In their two-day election on March 26-28, sixty million eligible Egyptian voters may cast their ballots for president. Their options have been systematically winnowed down. The incumbent Abdul Fatteh-El Sisi, 63, who has been president since 2014 after ousting the Islamic Brotherhood’s Mohamad Morsi in a military coup; and his lone challenger – albeit in name alone – Moussa Mostafa Mousa, head of the Ghad Party. He is an El-Sisi loyalist and put his name down for the nomination minutes before the deadline to save the president from being the sole candidate.
His solitary status as the only viable candidate makes El-Sisi isolated personally and politically in Egypt’s political and military landscape. Many observers believe he would have won the election had he taken the chance on a fair run, without removing his few rivals. And so he missed an opportunity to pump fresh blood into Egyptian politics and broaden is base of power.
Ahmad Shafiq, 76, former Air Force chief and President Hosni Mubarak’s last prime minister before his overthrow in 2011, announced his candidacy from exile in the United Arab Emirates. He recanted after returning home on Jan. 7, when threatened with prosecution for sexual perversion and corruption.
Another would-be candidate was Gen. Sami Anan, 69, Chief of Staff of the Armed Forces from 2005 until he retired in Aug. 2012. On Jen. 22, his home was surrounded by military police and he was arrested on the charges of breaking Egyptian law by “announcing his intention to run without first obtaining authorization from the military or terminating his service, of inciting against the military and of forging official documents stating his military service had ended.”
The two former generals ought to have taken note of what happened to a fellow officer when he tried not too long ago to test the ground for challenging El-Sisi.
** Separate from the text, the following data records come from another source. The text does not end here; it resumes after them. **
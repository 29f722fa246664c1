"""The two axes: plain numbers, a light grid, a title in words."""

from typing import Literal

import pyqtgraph as pg
from PySide6.QtGui import QColor, QFont, QFontMetricsF, QPen

from app.look.theme import Theme
from app.panels.curves.scale import Ticks, linear_ticks, logarithmic_ticks


class QuietAxis(pg.AxisItem):
    """An axis without a line of its own: ticks are the grid, numbers are plain also on a logarithmic axis.

    Its positions are log₁₀ of the value when `logarithmic` is set, as `FrequencyScale` makes them; the log
    mode of the plotting library is not used, because it moves curves but not marks.
    """

    def __init__(self, orientation: Literal["left", "bottom"]) -> None:
        super().__init__(orientation)
        self.logarithmic = False
        self.enableAutoSIPrefix(False)
        self.setGrid(255)
        self.setCacheMode(self.CacheMode.DeviceCoordinateCache)

    def set_fonts(self, font: QFont) -> None:
        """Write numbers and title in this font."""
        metrics = QFontMetricsF(font)
        self.setStyle(
            tickFont=font,
            tickAlpha=255,
            maxTextLevel=0,
            tickTextOffset=6,
            hideOverlappingLabels=False,
            tickTextHeight=round(metrics.height()),
            autoReduceTextSpace=False,
            tickTextWidth=round(metrics.horizontalAdvance("−00.00")),
        )
        self.label.setFont(font)

    def set_theme(self, theme: Theme) -> None:
        """Take the colours of a theme."""
        self.setPen(QPen(QColor(0, 0, 0, 0)))
        self.setTickPen(QPen(QColor(theme.line)))
        self.setTextPen(QPen(QColor(theme.muted)))
        self.label.setDefaultTextColor(QColor(theme.text))

    def set_title(self, title: str) -> None:
        """Write the title; the numbers beside it carry no unit of their own."""
        if title == self.labelText and self.label.isVisible():
            return
        self.setLabel(title)
        self.label.setPlainText(title)

    def ticks(self, low: float, high: float, length: float) -> Ticks:
        """Return what is written between two positions on `length` pixels."""
        metrics = QFontMetricsF(self.style["tickFont"] or self.font())
        if self.orientation == "left":
            room = metrics.height() * 2.6
        else:
            room = metrics.horizontalAdvance("0000.0") * 1.7
        make = logarithmic_ticks if self.logarithmic else linear_ticks
        return make(low, high, max(2.0, length / room))

    def tickValues(self, minVal: float, maxVal: float, size: float) -> list[tuple[float | None, list[float]]]:
        """Give the plotting library the ticks of this axis: labelled ones, then those between them."""
        low, high = sorted((minVal, maxVal))
        found = self.ticks(low, high, size)
        self._texts = dict(zip(found.major, found.texts, strict=True))
        return [(None, list(found.major)), (None, list(found.minor))]

    def tickStrings(self, values: list[float], scale: float, spacing: float | None) -> list[str]:
        """Give the plotting library the texts that belong to the ticks it has just asked for."""
        return [self._texts.get(value, "") for value in values]
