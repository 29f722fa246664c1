"""A line below the plot in which the ends of both axes are typed."""

from collections.abc import Callable
from typing import Final

from PySide6.QtCore import Qt, Signal
from PySide6.QtGui import QColor, QKeyEvent, QPalette
from PySide6.QtWidgets import QLabel, QToolButton, QWidget

from app.look.theme import Theme
from app.panels.sweep.field import QuietField
from app.panels.sweep.flow import FlowLayout
from stackcore.errors import Fault, UnitError
from stackcore.units import Dimension, parse_measure

Read = Callable[[str], float]

_NAMES: Final = ("lowest frequency shown", "highest frequency shown", "lowest value shown", "highest value shown")


class RangeStrip(QWidget):
    """Four fields and two buttons; `wanted` is sent with both ranges (Hz, and values in the unit shown)."""

    wanted = Signal(tuple, tuple)
    all_wanted = Signal()
    closed = Signal()

    def __init__(self, theme: Theme, parent: QWidget | None = None) -> None:
        super().__init__(parent)
        self._unit, self._value_unit = "GHz", ""
        tip = "An end of an axis of the plot; the sweep stays as it is."
        self.fields = tuple(QuietField(theme, name.capitalize(), tip, "0000.0 GHz") for name in _NAMES)
        self._labels = [QLabel(text) for text in ("Frequency from", "to", "Values from", "to")]
        self._show_all = _quiet_button("Show all")
        self._show_all.setToolTip("Show everything and follow the data again.")
        self._close = _quiet_button("Done")
        self._close.setToolTip("Close this line and go back to the plot.")
        flow = FlowLayout(self, across=6, down=2)
        for label, field in zip(self._labels, self.fields, strict=True):
            flow.addWidget(label)
            flow.addWidget(field)
            field.committed.connect(lambda _: self._read())
        flow.addWidget(self._show_all)
        flow.addWidget(self._close)
        self._show_all.clicked.connect(self.all_wanted.emit)
        self._close.clicked.connect(self.closed.emit)
        self.setAccessibleName("Ranges of the axes")
        self.set_theme(theme)
        self.hide()

    def set_theme(self, theme: Theme) -> None:
        """Take the colours of a theme."""
        for field in self.fields:
            field.set_theme(theme)
        for label in self._labels:
            palette = label.palette()
            palette.setColor(QPalette.ColorRole.WindowText, QColor(theme.muted))
            label.setPalette(palette)

    def show_ranges(
        self, hertz: tuple[float, float], values: tuple[float, float], factor: float, units: tuple[str, str]
    ) -> None:
        """Show these ranges.

        Parameters
        ----------
        hertz, values
            The ends of the axes, Hz and the unit of the values shown.
        factor
            Axis units of frequency per hertz.
        units
            Units of frequency and of the values, the latter perhaps empty.
        """
        self._unit, self._value_unit = units
        texts = [f"{end * factor:.6g} {units[0]}" for end in hertz]
        texts += [f"{end:.6g} {units[1]}".strip() for end in values]
        for field, text in zip(self.fields, texts, strict=True):
            if field.fault is None:
                field.show_text(text)

    def start(self, axis: str) -> None:
        """Open, with the keys in the first field of ``left`` (values) or ``bottom`` (frequencies)."""
        self.show()
        field = self.fields[2 if axis == "left" else 0]
        field.setFocus(Qt.FocusReason.ShortcutFocusReason)
        field.selectAll()

    def keyPressEvent(self, event: QKeyEvent) -> None:
        """Close on Escape."""
        if event.key() == Qt.Key.Key_Escape:
            self.closed.emit()
        else:
            super().keyPressEvent(event)

    def _read(self) -> None:
        """Read all fields; show each fault, or send the ranges when there is none."""
        ends = [self._end(field, index) for index, field in enumerate(self.fields)]
        for low, high in ((0, 1), (2, 3)):
            first, last = ends[low], ends[high]
            if first is not None and last is not None and not first < last:
                fault = Fault("", f"{self.fields[high].text()} is not above the lower end", "a larger value")
                self.fields[high].show_text(self.fields[high].text(), fault)
                ends[high] = None
        found = [end for end in ends if end is not None]
        if len(found) == len(ends):
            self.wanted.emit((found[0], found[1]), (found[2], found[3]))

    def _end(self, field: QuietField, index: int) -> float | None:
        text = field.text()
        try:
            if index < 2:
                value = parse_measure(text, Dimension.FREQUENCY, default_unit=self._unit).value
            else:
                bare = text.strip().removesuffix(self._value_unit) if self._value_unit else text
                value = parse_measure(bare, Dimension.NUMBER).value
        except UnitError as error:
            field.show_text(text, Fault("", error.message, error.allowed))
            return None
        field.show_text(text)
        return value


def _quiet_button(text: str) -> QToolButton:
    """Return a button that is only a word until it is pointed at or focused."""
    button = QToolButton()
    button.setText(text)
    button.setAutoRaise(True)
    button.setFocusPolicy(Qt.FocusPolicy.StrongFocus)
    return button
In December 2017, Army Col. Ahmed Konsowa was sentenced to six years in prison on the same grounds as Gen. Anan.
President El-Sisi may discover that he has caused himself substantial damage in three vital spheres:
- Although he came from the ranks of the military and rose to power with their support, a core of opposition is growing among the officers and creating an environment ripe for a military putsch against him. Most of Egypt’s rulers have come to power in military coups, which are endemic in Egyptian politics.
- This undertow of resentment, which has also infected the security forces, takes the edge off their willingness to go along with the president’s all-out persecution of the Muslim Brotherhood. Branded an illicit organization, El-Sisi pursues its members with the same determination and iron fist as any underground movement or terrorist organization, like the Islamic Jihad and the Islamic State. Army commanders at different levels, suffering from the malaise, maintain their job is not to combat internal dissent, but to focus on defending the country’s borders. This attitude mars the image El-Sisi seeks to present of a successful ruler who maintains law and order in the country and is on top of the war on terror. The Egyptian voter, like people everywhere, wants above all a leader who can promise him stability and security for earning a living and a normal life.
- While the International Monetary Fund praises Egypt for taking the right road to economic recovery, crediting the president’s policies for this success, the IMF’s favorable facts and figures are not trickling down to the street level. The average Egyptian family’s standard of living has not improved since he came to power and official unemployment figures stand at 30 percent, while the real figure for young people is closer to 50 percent.
DEBKA Weekly’s sources conclude that these three large flies in the presidential ointment carry over to his foreign policy. Relations between the presidential palace in Cairo and the White House in Washington are prickly. The US administration criticizes Egyptian politics as short on democratic and human rights norms and is reluctant to discuss expanding its annual economic and military assistance programs to the El-Sisi government. In recent months, the Egyptian president has cooled his interchanges with the Trump administration while, conversely, showing a smiling face to President Vladimir Putin.